Commonwealth Wars; Johnson to many a deep Lyric tone of plaintiveness and impetuous graceful power, scattered over his fugitive compositions. Both, rather to the general surprise, had a certain rugged Humour shining through their earnestness: the indication, indeed, that they were earnest men, and had subdued their wild world into a kind of temporary home and safe dwelling. Both were, by principle and habit, Stoics: yet Johnson with the greater merit, for he alone had very much to triumph over; farther, he alone ennobled his Stoicism into Devotion. To Johnson Life was as a Prison, to be endured with heroic faith: to Hume it was little more than a foolish Bartholomew-Fair Show-booth, with the foolish crowdings and elbowings of which it was not worth while to quarrel; the whole would break up, and be at liberty, so soon. Both realised the highest task of Manhood, that of living like men; each died not unfitly, in his way: Hume as one, with factitious, half-false gaiety, taking leave of what was itself wholly but a Lie: Johnson as one, with awe-struck, yet resolute and piously expectant heart, taking leave of a Reality, to enter a Reality still higher. Johnson had the harder problem of it, from first to last: whether, with some hesitation, we can admit that he was intrinsically the better-gifted, may remain undecided. These two men now rest; the one in Westminster Abbey here; the other in the Calton-Hill Churchyard of Edinburgh. Through Life they did not meet: as contrasts, ‘like in unlike,’ love each other; so might they two have loved, and communed kindly, —had not the terrestrial dross and darkness that was in them withstood!
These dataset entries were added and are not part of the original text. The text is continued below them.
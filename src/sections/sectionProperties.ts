/**
 * Section properties of a cross-section about its two principal axes (y = strong, z = weak),
 * written into a caller's Float64Array so that a limit state can recompute them per sample
 * without allocating (docs/sections.md).
 */

/** Slots of the output array. */
export const AREA = 0;
export const INERTIA_Y = 1;
export const INERTIA_Z = 2;
export const ELASTIC_MODULUS_Y = 3;
export const ELASTIC_MODULUS_Z = 4;
export const PLASTIC_MODULUS_Y = 5;
export const PLASTIC_MODULUS_Z = 6;
export const RADIUS_Y = 7;
export const RADIUS_Z = 8;
export const PROPERTY_COUNT = 9;

/** The same numbers by name (SI: m², m⁴, m³, m), for people and JSON. */
export interface SectionProperties {
  readonly A: number;
  readonly Iy: number;
  readonly Iz: number;
  readonly Wel_y: number;
  readonly Wel_z: number;
  readonly Wpl_y: number;
  readonly Wpl_z: number;
  readonly iy: number;
  readonly iz: number;
}

export function namedProperties(p: Float64Array): SectionProperties {
  return {
    A: p[AREA],
    Iy: p[INERTIA_Y],
    Iz: p[INERTIA_Z],
    Wel_y: p[ELASTIC_MODULUS_Y],
    Wel_z: p[ELASTIC_MODULUS_Z],
    Wpl_y: p[PLASTIC_MODULUS_Y],
    Wpl_z: p[PLASTIC_MODULUS_Z],
    iy: p[RADIUS_Y],
    iz: p[RADIUS_Z],
  };
}

/** A section that has lost all its material (a corrosion loss through a plate): every property 0. */
export function writeLostSection(out: Float64Array): void {
  for (let k = 0; k < PROPERTY_COUNT; k++) out[k] = 0;
}

/** Fills the slots that follow from A, I and the extreme fibre distances. */
export function writeDerived(out: Float64Array, A: number, Iy: number, Iz: number, halfDepthY: number, halfDepthZ: number, Wply: number, Wplz: number): void {
  out[AREA] = A;
  out[INERTIA_Y] = Iy;
  out[INERTIA_Z] = Iz;
  out[ELASTIC_MODULUS_Y] = Iy / halfDepthY;
  out[ELASTIC_MODULUS_Z] = Iz / halfDepthZ;
  out[PLASTIC_MODULUS_Y] = Wply;
  out[PLASTIC_MODULUS_Z] = Wplz;
  out[RADIUS_Y] = Math.sqrt(Iy / A);
  out[RADIUS_Z] = Math.sqrt(Iz / A);
}
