/**
 * A section by its shape and dimensions (SI, m), and the writer that turns it, less a corrosion
 * loss, into properties per sample (docs/sections.md).
 *
 * Corrosion loss is a depth of material lost from each exposed face:
 * - I/H: `primary` from every face of the flanges (both faces and the tips: tf − 2d, b − 2d, h − 2d),
 *   `secondary` from both faces of the web (tw − 2d_w); the fillet surfaces recede with them, so the
 *   root radius grows to r + (d_f + d_w)/2 (exact when the two are equal);
 * - RHS/SHS and CHS: `primary` from the outer face only (a sealed hollow section does not corrode
 *   inside): t − d, outer sizes − 2d, outer corner radius ro − d, the inside unchanged;
 * - solid rectangle: `primary` from all four faces (b − 2d, h − 2d), e.g. decay of timber.
 * A loss that eats through a plate leaves no section: every property 0.
 */
import { writeCircularHollow, writeRectangularHollow, writeSolidRectangle } from './hollowSections.js';
import { writeISection } from './iSection.js';
import { writeLostSection } from './sectionProperties.js';

export type SectionShape = 'i' | 'rhs' | 'chs' | 'rect';
export const SECTION_SHAPES: readonly SectionShape[] = ['i', 'rhs', 'chs', 'rect'];

export type SectionDimensions =
  | { readonly shape: 'i'; readonly h: number; readonly b: number; readonly tw: number; readonly tf: number; readonly r: number }
  | { readonly shape: 'rhs'; readonly h: number; readonly b: number; readonly t: number; readonly ro: number; readonly ri: number }
  | { readonly shape: 'chs'; readonly D: number; readonly t: number }
  | { readonly shape: 'rect'; readonly b: number; readonly h: number };

/** Writes the properties of `d` less the losses (per exposed face; `secondary` is the web's, I/H only). */
export type SectionWriter = (out: Float64Array, primaryLoss: number, secondaryLoss: number) => void;

export function sectionWriter(d: SectionDimensions): SectionWriter {
  switch (d.shape) {
    case 'i': {
      const { h, b, tw, tf, r } = d;
      return (out, df, dw) => {
        const tf1 = tf - 2 * df, tw1 = tw - 2 * dw, b1 = b - 2 * df;
        if (!(tf1 > 0 && tw1 > 0 && b1 > tw1)) return writeLostSection(out);
        writeISection(out, h - 2 * df, b1, tw1, tf1, r > 0 ? r + (df + dw) / 2 : 0);
      };
    }
    case 'rhs': {
      const { h, b, t, ro, ri } = d;
      return (out, loss) => {
        const t1 = t - loss;
        if (!(t1 > 0)) return writeLostSection(out);
        writeRectangularHollow(out, h - 2 * loss, b - 2 * loss, t1, Math.max(ro - loss, 0), ri);
      };
    }
    case 'chs': {
      const { D, t } = d;
      return (out, loss) => {
        if (!(t - loss > 0)) return writeLostSection(out);
        writeCircularHollow(out, D - 2 * loss, t - loss);
      };
    }
    case 'rect': {
      const { b, h } = d;
      return (out, loss) => {
        if (!(b - 2 * loss > 0 && h - 2 * loss > 0)) return writeLostSection(out);
        writeSolidRectangle(out, b - 2 * loss, h - 2 * loss);
      };
    }
  }
}

/**
 * Why the dimensions cannot make a section (the dimension's name and what is wrong), or null.
 * Checked once when a scenario is read; the writer itself assumes sound input.
 */
export function dimensionProblem(d: SectionDimensions): { field: string; message: string } | null {
  const positive = (field: string, v: number) => (v > 0 ? null : { field, message: 'must be greater than zero' });
  switch (d.shape) {
    case 'i':
      return (
        positive('h', d.h) ?? positive('b', d.b) ?? positive('tw', d.tw) ?? positive('tf', d.tf) ??
        (d.r >= 0 ? null : { field: 'r', message: 'must not be negative' }) ??
        (2 * d.tf < d.h ? null : { field: 'tf', message: 'two flanges must be thinner than the depth h' }) ??
        (d.tw < d.b ? null : { field: 'tw', message: 'the web must be thinner than the flange width b' }) ??
        (d.tw + 2 * d.r <= d.b && 2 * d.tf + 2 * d.r <= d.h ? null : { field: 'r', message: 'the root radius does not fit between the web, the flanges and the flange tips' })
      );
    case 'rhs':
      return (
        positive('h', d.h) ?? positive('b', d.b) ?? positive('t', d.t) ??
        (2 * d.t < Math.min(d.h, d.b) ? null : { field: 't', message: 'the wall must be thinner than half the smaller outer size' }) ??
        (d.ri >= 0 ? null : { field: 'ri', message: 'must not be negative' }) ??
        (d.ro >= d.t ? null : { field: 'ro', message: 'the outer corner radius must be at least the wall thickness t' }) ??
        (2 * d.ro <= Math.min(d.h, d.b) ? null : { field: 'ro', message: 'the outer corner radius must be at most half the smaller outer size' }) ??
        (2 * d.ri <= Math.min(d.h, d.b) - 2 * d.t ? null : { field: 'ri', message: 'the inner corner radius must be at most half the smaller inner size' })
      );
    case 'chs':
      return positive('D', d.D) ?? positive('t', d.t) ?? (2 * d.t < d.D ? null : { field: 't', message: 'the wall must be thinner than half the diameter D' });
    case 'rect':
      return positive('b', d.b) ?? positive('h', d.h);
  }
}

/** The loss (per face) that removes a plate entirely: the bound a random loss must stay below. */
export function lossThrough(d: SectionDimensions, plate: 'primary' | 'secondary'): number {
  switch (d.shape) {
    case 'i':
      return plate === 'primary' ? d.tf / 2 : d.tw / 2;
    case 'rhs':
    case 'chs':
      return d.t;
    case 'rect':
      return Math.min(d.b, d.h) / 2;
  }
}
One day, their spirits, what Truth was in each, will be found working, living in harmony and free union, even here below. They were the two half-men of their time: whoso should combine the intrepid Candour and decisive scientific Clearness of Hume, with the Reverence, the Love and devout Humility of Johnson, were the whole man of a new time. Till such whole man arrive for us, and the distracted time admit of such, might the Heavens but bless poor England with half-men worthy to tie the shoe-latchets of these, resembling these even from afar! Be both attentively regarded, let the true Effort of both prosper; —and for the present, both take our affectionate farewell!